Creo en la alegría para recordar, que no es negación de la tristeza que nos provoca que los Manueles no estén. Es recuperar la decisión de vivir la vida sin cortapisas, de disfrutar del que está al lado, de la familia, el amigo, la pareja, los hijos, los desconocidos por conocer. Asumimos nuestro dolor con dignidad, sin melancolía, con la felicidad de saber que hubo personas como los Manueles -profes, buenos padres y ciudadanos comprometidos- ya que por ellos ya sabemos que hay esperanza en una humanidad mejor. José Manuel y Manuel no son una excepción, sino ejemplos ejemplares de una manera de vivir la vida como seres humanos en los que nos reconocemos y queremos proyectarnos, para que ojalá día a día seamos más, por ellos, por
nosotros mismos y por los que nos siguen.
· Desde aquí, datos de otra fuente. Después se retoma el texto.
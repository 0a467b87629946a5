import {
  Children,
  cloneElement,
  isValidElement,
  useId,
  type ReactElement,
  type ReactNode,
} from "react";
import { cn } from "./cn";

/**
 * A CSS-only tooltip: shown while the trigger is hovered or holds keyboard focus, and
 * bound to it with aria-describedby (so it supplements, never replaces, the accessible
 * name). The trigger must be focusable (a button, link or input). Keep the text short.
 */
export function Tooltip({
  content,
  children,
  side = "top",
  className,
}: {
  content: ReactNode;
  children: ReactElement<{ "aria-describedby"?: string }>;
  side?: "top" | "bottom";
  className?: string;
}) {
  const id = useId();
  const child = Children.only(children);
  const described = [child.props["aria-describedby"], id].filter(Boolean).join(" ");
  return (
    <span className={cn("group/tt relative inline-flex", className)}>
      {isValidElement(child) ? cloneElement(child, { "aria-describedby": described }) : child}
      <span
        role="tooltip"
        id={id}
        className={cn(
          "pointer-events-none invisible absolute left-1/2 z-50 w-max max-w-64 -translate-x-1/2 rounded-md bg-ink px-2 py-1 text-xs leading-snug font-normal text-canvas opacity-0 shadow-pop transition-opacity duration-100",
          "group-focus-within/tt:visible group-focus-within/tt:opacity-100 group-hover/tt:visible group-hover/tt:opacity-100 group-hover/tt:delay-300",
          side === "top" ? "bottom-full mb-1.5" : "top-full mt-1.5",
        )}
      >
        {content}
      </span>
    </span>
  );
}
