import { formatDateTime, formatRelative, type DateInput } from "@/lib/format";

/**
 * "5 min ago" in a `<time>` element with the exact UTC date and time as its tooltip. The
 * words depend on the clock, so the server's render and the browser's hydration may differ
 * by a minute; the text alone is exempt from the hydration check (suppressHydrationWarning).
 */
export function RelativeTime({ date, className }: { date: DateInput; className?: string }) {
  const d = new Date(date);
  return (
    <time
      dateTime={d.toISOString()}
      title={formatDateTime(d, { seconds: true, zone: true })}
      className={className}
      suppressHydrationWarning
    >
      {formatRelative(d)}
    </time>
  );
}
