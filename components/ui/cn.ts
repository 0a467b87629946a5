/**
 * Joins class names, skipping falsy entries. There is no conflict merging: when a
 * caller's `className` must override a primitive's default, prefer props (variant,
 * size) or an `!` important utility.
 */
export function cn(...parts: Array<string | false | null | undefined | 0>): string {
  return parts.filter(Boolean).join(" ");
}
Nuestra lucha sigue siendo por el triunfo de la vida sobre la cultura de la muerte, de la creatividad sobre la uniformización, del vuelo libre por sobre la marcha marcial o fúnebre, del riesgo responsable por sobre la rutina maquinal. Creemos que con los Manueles y don Santiago Nattino, que tambié nson los Victor, Salvador, Lumis Videlas y Martas Ugarte, los padre André Jarlan, tenemos la oportunidad de renacer de manera individual y colectiva desde el compromiso con la democracia con justicia social, derrotando con nuestro amor a la vida día a día, en cada acción diaria más nimia, al exterminio que ya sabemos que puede estar ahí en la vuelta de la esquina, en las puertas de tu colegio.

José Manuel, Manuel, Santiago y el tío Leo, desde esa esquina de Av. Los Leones con El Vergel nos inundaron con su amor valiente, sin precio, sin límite, puro regalo y don para que no perdamos la brújula, el rumbo de nuestra sangre, para que nos fijemos en lo esencial y desde ahí hagamos mundo, política, arte, barrio, familia. Encendiendo velas de vida, fuegos creativos, inventando mundos mejores.

28 marzo 2007

[Algo sobre mi padre] Regreso al interior


En 1982, tras haberse separado de mi madre, mi papá retornó a Chile. Antes, sin embargo, pasó a despedirse de nosotros que estábamos junto a América y mamá viviendo en Barcelona, como paso previo para regresar a Chile. Mi padre estuvo un día junto a nosotros. Salimos a pasear por la Rambla, recorriendo desde la plaza Cataluña los distintos puestos de pintores y pajareras hasta llegar al monumento a Colón. 
Ahí, junto al mar observamos admirados la pequeña embarcación con la que el genovés 
fue capaz de cruzar el océano para llegar hasta nuestro continente americano.

La cercanía vivida con mi padre en aquella oportunidad fue muy especial. Estaba extremadamente sereno y tierno. Claro, con mi hermana no alcanzábamos a dimensionar que se trataba de su despedida, tal vez definitiva, de nosotros. Pues el riesgo que corría al regresar a Chile era completamente real.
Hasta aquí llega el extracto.